For now I am, there are going to phase them out at the end of the year and go with the newer rings, the ones that won't slip down the pipe, the ones that have the top collar on the end them, oh and there is a new zurn pex emerging, it will be able to hold it's shape when bent, higher uv rating also, I'll get more details and post in a new thread over the next few days


----------



## Master Mark (Aug 14, 2009)

*what kind of pex is that???*

I see the white stuff everywhere. 
with those ****ty black steel rings..

what kind of pex is that, anyway....????,

I am sort of scared of the brass tees lasting anytime at all.

-------------------------------------------------------------------------------..


now for your veiwing pleasure

here is the good --top of the line---Wirsbo stuff installed a cheap dump.
useing the black plastic tees and black manifolds.

I will trust Wirsbo over all the rest with the black plastic fittings......

 

 and here is a manifold that turned out nice


----------



## Ron (Jun 12, 2008)

Oh and did you know Zurn now has pipe and fittings up to 2" in size, and it does use the copper ring for it, the crimp head can attach to the ridgid propess, but you probably already knew this right?


----------



## Ron (Jun 12, 2008)

Master Mark said:


> I am sort of scared of the brass tees lasting anytime at all.


There bringing in a new plastic fitting, had a demo of it at our shop, a week or so ago, they showed how you could not break it if you really tried, that even took a hammer to it, it would only warp it but it never would break or crack. 

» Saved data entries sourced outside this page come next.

"""``python -m assimbench`` is the ``assimbench`` command."""

import sys

from assimbench.commands.run import main

sys.exit(main())
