"""Time means after burn-in with 95% intervals that respect autocorrelation in time.

Method: non-overlapping batch means (e.g. Flegal & Jones 2010, Ann. Stat. 38;
common practice for MCMC output). The T = cycles - burn_in cycles after
burn-in are cut into B contiguous batches; the batch means are close to
independent when a batch is much longer than the autocorrelation time, so the
standard error of the time mean of replicate r is SE_r = sd(batch means) / sqrt(B),
and its interval is mean_r +- t(0.975, B - 1) SE_r. Over R independent
replicates the mean of the replicate means has SE = sqrt(sum_r SE_r^2) / R and
R (B - 1) degrees of freedom.

The accumulator is streamed chunk by chunk, so memory does not grow with the
number of cycles; its sums run strictly in cycle order, so they do not depend
on where the chunks were cut.
"""

import numpy as np
from scipy.special import stdtrit  # Student t quantile; importing scipy.stats costs 0.5 s

DEFAULT_BATCHES = 20


class TimeMeans:
    """Stream (replicates, L) chunks of per-cycle series into batch sums after burn-in."""

    def __init__(self, replicates: int, cycles: int, burn_in: int, batches: int = DEFAULT_BATCHES,
                 gapped=frozenset()):
        """``gapped``: series undefined (NaN) on some cycles, e.g. the innovation statistics of a cycle
        without a reporting station; their means are over the cycles where they are defined (for any
        other series a NaN stays NaN, the mark of a run that blew up)."""
        self.gapped = frozenset(gapped)
        self.counts: dict = {}
        self.replicates = replicates
        self.burn_in = burn_in
        length = cycles - burn_in
        self.batches = max(1, min(batches, length))
        self.edges = np.linspace(0, length, self.batches + 1).round().astype(np.int64)
        self.sizes = np.diff(self.edges)
        self.sums: dict = {}

    def add(self, name: str, values: np.ndarray, first_cycle: int) -> None:
        """values: (replicates, L) for cycles first_cycle .. first_cycle + L - 1, or
        (replicates, L, k) for counts, which are summed per replicate (no batches)."""
        position = first_cycle + np.arange(values.shape[1]) - 1 - self.burn_in  # 0-based after burn-in
        keep = position >= 0
        if not keep.any():
            return
        if values.ndim == 3:
            total = values[:, keep].sum(axis=1)
            self.sums[name] = self.sums.get(name, 0) + total
            return
        batch = np.searchsorted(self.edges, position[keep], side="right") - 1
        sums = self.sums.setdefault(name, np.zeros((self.replicates, self.batches)))
        kept = values[:, keep]
        if name in self.gapped:
            defined = np.isfinite(kept)
            counts = self.counts.setdefault(name, np.zeros((self.replicates, self.batches)))
            for b in np.unique(batch):
                counts[:, b] += defined[:, batch == b].sum(axis=1)
            kept = np.where(defined, kept, 0.0)
        # Strictly sequential sums in cycle order (cumsum continues from the running sum),
        # so the result is the same to the bit however the cycles were cut into chunks.
        for b in np.unique(batch):
            segment = kept[:, batch == b]
            sums[:, b] = np.cumsum(np.concatenate([sums[:, b : b + 1], segment], axis=1), axis=1)[:, -1]

    def totals(self, name: str) -> np.ndarray:
        """Summed counts after burn-in, (replicates, k)."""
        return self.sums[name]

    def summarise(self, name: str) -> dict:
        """Per-replicate means and half-widths, and the overall mean with its interval."""
        out = self.summarise_groups(name, 1)
        return {**out, "mean": float(out["mean"][0]), "low": float(out["low"][0]), "high": float(out["high"][0])}

    def summarise_groups(self, name: str, groups: int) -> dict:
        """As :meth:`summarise`, with the replicates split into ``groups`` equal
        consecutive groups (lanes): mean, low, high are (groups,) arrays, each
        over the replicates of its group."""
        if name in self.counts:  # a gapped series: over the cycles where it is defined
            with np.errstate(invalid="ignore", divide="ignore"):
                batch_means = self.sums[name] / self.counts[name]  # (R, B)
                per_replicate = self.sums[name].sum(axis=1) / self.counts[name].sum(axis=1)
        else:
            batch_means = self.sums[name] / self.sizes  # (R, B)
            per_replicate = self.sums[name].sum(axis=1) / self.sizes.sum()
        size = self.replicates // groups
        if self.batches > 1:
            se = batch_means.std(axis=1, ddof=1) / np.sqrt(self.batches)
            half = stdtrit(self.batches - 1, 0.975) * se
            overall_se = np.sqrt(np.sum(se.reshape(groups, size) ** 2, axis=1)) / size
            overall_half = stdtrit(size * (self.batches - 1), 0.975) * overall_se
        else:
            half = np.full(self.replicates, np.nan)
            overall_half = np.full(groups, np.nan)
        mean = per_replicate.reshape(groups, size).mean(axis=1)
        return {
            "per_replicate": per_replicate,
            "per_replicate_halfwidth": half,
            "mean": mean,
            "low": mean - overall_half,
            "high": mean + overall_half,
        }


def batch_count(cycles: int, burn_in: int, batches: int = DEFAULT_BATCHES) -> int:
    """The number of batches :class:`TimeMeans` cuts ``cycles - burn_in`` cycles into."""
    return max(1, min(batches, cycles - burn_in))


def pooled_interval(means: np.ndarray, halfwidths: np.ndarray, batches: int) -> tuple:
    """(mean, low, high) over independent replicates from their time means and half-widths.

    The same rule as :meth:`TimeMeans.summarise`, recovered from what a result
    file stores: SE_r = halfwidth_r / t(0.975, B - 1), SE = sqrt(sum_r SE_r^2) / R,
    interval mean +- t(0.975, R (B - 1)) SE. Used to pool replicates of
    several runs (seeds) that share everything but the truth's draw.
    """
    means, halfwidths = np.asarray(means, float), np.asarray(halfwidths, float)
    mean = float(means.mean())
    if batches < 2:
        return mean, float("nan"), float("nan")
    se = halfwidths / stdtrit(batches - 1, 0.975)
    half = float(stdtrit(means.size * (batches - 1), 0.975) * np.sqrt(np.sum(se**2)) / means.size)
    return mean, mean - half, mean + half


def batch_means_interval(series: np.ndarray, batches: int = DEFAULT_BATCHES):
    """(mean, low, high) of one 1-D series by batch means; the same rule as TimeMeans."""
    acc = TimeMeans(1, series.shape[0], 0, batches)
    acc.add("x", series[None, :], 1)
    out = acc.summarise("x")
    return out["mean"], out["low"], out["high"]


def update_lost_runs(above: np.ndarray, previous: np.ndarray, patience: int):
    """Consecutive-cycle counts of a condition, streamed over chunks.

    above: (R, L) bool for the chunk's cycles; previous: (R,) length of the run
    still open at the end of the last chunk. Returns (first index in the chunk
    at which a run reaches ``patience`` or -1, the index where that run
    started, possibly negative = in an earlier chunk; open run lengths (R,)).
    """
    n = np.arange(above.shape[1])
    last_false = np.maximum.accumulate(np.where(~above, n[None, :], -1), axis=1)
    run = np.where(last_false < 0, n[None, :] + 1 + previous[:, None], n[None, :] - last_false)
    run = np.where(above, run, 0)
    reached = run >= patience
    hit = np.where(reached.any(axis=1), np.argmax(reached, axis=1), -1)
    start = np.where(hit >= 0, hit - patience + 1, -1)
    return hit, start, run[:, -1]
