"""One worker process of a run split in blocks (the other side of twin/block_workers.py).

Started as ``python -m assimbench.twin.worker_process`` (which imports the
package, and so switches on float64, before anything else). It reads
``(config, first, stop, length)`` pickled on stdin, plans the run from the
resolved config, compiles the programs for the batch elements first..stop-1
and sends ``("compiled", seconds)``, then ``("chunk", outputs)`` per chunk,
or ``("error", one line)``, as pickle frames on its original stdout.
"""

import os
import pickle
import signal
import sys
import time

from omegaconf import OmegaConf

from assimbench.compile_cache import switch_on
from assimbench.config.plan import resolve
from assimbench.twin.runner import block_programs, run_block


def _send(stream, kind: str, payload) -> None:
    pickle.dump((kind, payload), stream, protocol=pickle.HIGHEST_PROTOCOL)
    stream.flush()


def _work(config: dict, first: int, stop: int, length: int, stream) -> None:
    """Plan the run, keep the batch elements first..stop-1, compile, and send every chunk."""
    switch_on()
    plan = resolve(OmegaConf.create(config))
    tic = time.perf_counter()
    carry, chunk, keys, settings = block_programs(plan, first, stop, length)
    _send(stream, "compiled", time.perf_counter() - tic)
    for outputs in run_block(plan, carry, chunk, keys, settings, length):
        _send(stream, "chunk", outputs)


def main() -> None:
    """A worker's life: read its job from stdin, send frames on the original stdout.

    Ctrl-C and a scheduler's SIGTERM reach the whole process group: the parent handles them (it
    stops between chunks and keeps what is done) and then stops its workers; a worker whose parent
    is gone stops at its next frame (broken pipe)."""
    for signum in (signal.SIGINT, signal.SIGTERM):
        signal.signal(signum, signal.SIG_IGN)
    stream = os.fdopen(os.dup(sys.stdout.fileno()), "wb")
    os.dup2(sys.stderr.fileno(), sys.stdout.fileno())  # stray prints go to the log, not into the frames
    job = pickle.load(sys.stdin.buffer)
    try:
        _work(*job, stream)
    except BaseException as err:  # the parent shows this one line and stops the run
        _send(stream, "error", f"{type(err).__name__}: {str(err).splitlines()[0] if str(err) else ''}")
        raise SystemExit(1) from None


if __name__ == "__main__":  # run as ``python -m``, which imports the package (float64 on) first
    main()
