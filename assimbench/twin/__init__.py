"""The twin experiment: cycling programs, diagnostics, summaries, and the runner that feeds chunks to sinks."""
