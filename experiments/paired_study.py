"""Demo studies: one truth, several arms (forecast models, treatments, methods), paired by seed.

Every arm of a study file (experiments/model_error/, experiments/iterative/,
experiments/hybrid/)
runs on the same truth and observations (same seeds), so differences between
arms are paired; the table gives each arm's time-mean analysis RMSE with its
95% interval over replicates, its paired difference to the study's reference
arm, and what a cycle cost: forecast-model integrations in member-intervals
(one member over one analysis interval; reported by iterative methods, N for
the others' forecast) and microseconds.

    python experiments/paired_study.py                                  # every study
    python experiments/paired_study.py experiments/model_error/weak_forcing.yaml --replicates 4
"""

import argparse
import glob
import os

import numpy as np
import yaml
from scipy import stats

import assimbench

HERE = os.path.dirname(os.path.abspath(__file__))
FOLDERS = (os.path.join(HERE, "model_error"), os.path.join(HERE, "iterative"), os.path.join(HERE, "hybrid"))


def load_study(path: str) -> dict:
    with open(path) as f:
        study = yaml.safe_load(f)
    missing = {"title", "common", "reference", "arms"} - set(study)
    if missing:
        raise SystemExit(f"{path}: missing keys {sorted(missing)}")
    if study["reference"] not in study["arms"]:
        raise SystemExit(f"{path}: reference {study['reference']!r} is not one of the arms")
    return study


def paired_interval(differences: np.ndarray) -> tuple:
    """Mean and 95% Student-t half-width of paired differences (nan half-width for one replicate)."""
    if differences.size < 2:
        return float(differences.mean()), float("nan")
    half = stats.t.ppf(0.975, differences.size - 1) * differences.std(ddof=1) / np.sqrt(differences.size)
    return float(differences.mean()), float(half)


def cycle_cost(result) -> float:
    """Member-intervals integrated per cycle: the iterative methods' own count; the 4DEnVar's forecast
    and its N + 1 trajectories over the window; else the forecast's N (1 for the 3D-Var). NaN for the
    4D-Var, whose tangent-linear and adjoint sweeps are not member-intervals (its microseconds tell)."""
    node = result.config["filter"]
    if "model_integrations" in result.summary:
        return float(result.summary["model_integrations"])
    if node["name"] == "4dvar":
        return float("nan")
    members = float(node.get("members", 1))
    if node["name"] == "4denvar":
        return members + (members + 1.0) * node["window"]
    return members


def run_study(study: dict, replicates: int, cycles: int, burn_in: int) -> list:
    """Rows (arm, mean RMSE, half-width, paired difference, its half-width, member-intervals per
    cycle, microseconds per cycle)."""
    length = [f"replicates={replicates}", f"cycles={cycles}", f"burn_in={burn_in}"]
    per_replicate, costs = {}, {}
    for arm, overrides in study["arms"].items():
        result = assimbench.run(list(study["common"]) + list(overrides) + length)
        per_replicate[arm] = np.asarray(result.per_replicate["rmse_analysis"])
        costs[arm] = (cycle_cost(result), result.microseconds_per_cycle)
    reference = per_replicate[study["reference"]]
    rows = []
    for arm, values in per_replicate.items():
        mean, half = paired_interval(values)
        difference, difference_half = paired_interval(values - reference)
        rows.append((arm, mean, half, difference, difference_half, *costs[arm]))
    return rows


def main() -> None:
    parser = argparse.ArgumentParser(description=__doc__.splitlines()[0])
    parser.add_argument("studies", nargs="*", help="study files (default: every file of the study folders)")
    parser.add_argument("--replicates", type=int, default=3)
    parser.add_argument("--cycles", type=int, default=3000)
    parser.add_argument("--burn-in", type=int, default=500)
    args = parser.parse_args()
    every = sorted(path for folder in FOLDERS for path in glob.glob(os.path.join(folder, "*.yaml")))
    for path in args.studies or every:
        study = load_study(path)
        rows = run_study(study, args.replicates, args.cycles, args.burn_in)
        print(f"\n{study['title']}  ({args.replicates} replicates x {args.cycles} cycles, burn-in {args.burn_in})")
        print(f"  {'arm':<26}{'analysis RMSE (95%)':>22}{'minus ' + study['reference']:>30}"
              f"{'member-intervals':>18}{'us':>8}   (per cycle)")
        for arm, mean, half, difference, difference_half, cost, micro in rows:
            cost_text = "-" if np.isnan(cost) else f"{cost:.1f}"
            print(f"  {arm:<26}{mean:>12.3f} +- {half:<6.3f}{difference:>+20.3f} +- {difference_half:<6.3f}"
                  f"{cost_text:>15}{micro:>8.0f}")


if __name__ == "__main__":
    main()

The pex pipe there going to stock can be kept outside for a max of 6 months, so it is the highest UV protected pipe on the market.

We can thank CA for this.


----------



## TheMaster (Jun 12, 2009)

Why do people think the black copper crimp rings are steel all the time? I've never used anything but copper crimp rings on any crimp pipe.....including polybutylene. I've had the same crimper for about 20 years. Still works great.


----------



## Ron (Jun 12, 2008)

Who thinks that TM?


----------



## Protech (Sep 22, 2008)

Been using brass pex fittings in central Florida now for over 10 years. Not a single failure. Better get out of the plumbing industry if you are afraid of brass.



Master Mark said:


> I see the white stuff everywhere.
> with those ****ty black steel rings..
> 
> what kind of pex is that, anyway....????,
> ...


----------



## gear junkie (Jun 20, 2008)

The only nitpick I can do is your strapping. I like the sioux chief style that grips the pipe all round and not just from the top. Looks alright other than that. Nothing to brag about but alright.


----------



## M5Plumb (Oct 2, 2008)

UAPlumber called it IMO, UPONER has it hands down. Protech, years ago I heard of a freeze on the Florida Orange Crop...Are those PEX lines getting insulated? Also, any and all, what are your thoughts on the EP fittings???


----------



## Protech (Sep 22, 2008)

No insulation.

I have a tough time trusting plastic fittings. I do have to admit that I have never seen a glass impregnated polysulphone fitting fail. I'ver just seen so many plastic fittings crack (pvc, cpvc, acetyl insert fittings) that I'm gun shy of plastic fittings. Again, I have NEVER seen a glass impregnated polysulphone fitting fail. I guess it an unreasonable fear. Brass has always worked in this area without problems so why mess with a good thing. There are parts of the country where copper lasts just fine with no pinholes so that’s what everyone uses. Same logic here, pex with brass holds up great here so that’s what I use.



M5Plumb said:


> UAPlumber called it IMO, UPONER has it hands down. Protech, years ago I heard of a freeze on the Florida Orange Crop...Are those PEX lines getting insulated? Also, any and all, what are your thoughts on the EP fittings???


----------



## Master Mark (Aug 14, 2009)

*what brand are you useing???*



Protech said:


> Been using brass pex fittings in central Florida now for over 10 years. Not a single failure. Better get out of the plumbing industry if you are afraid of brass.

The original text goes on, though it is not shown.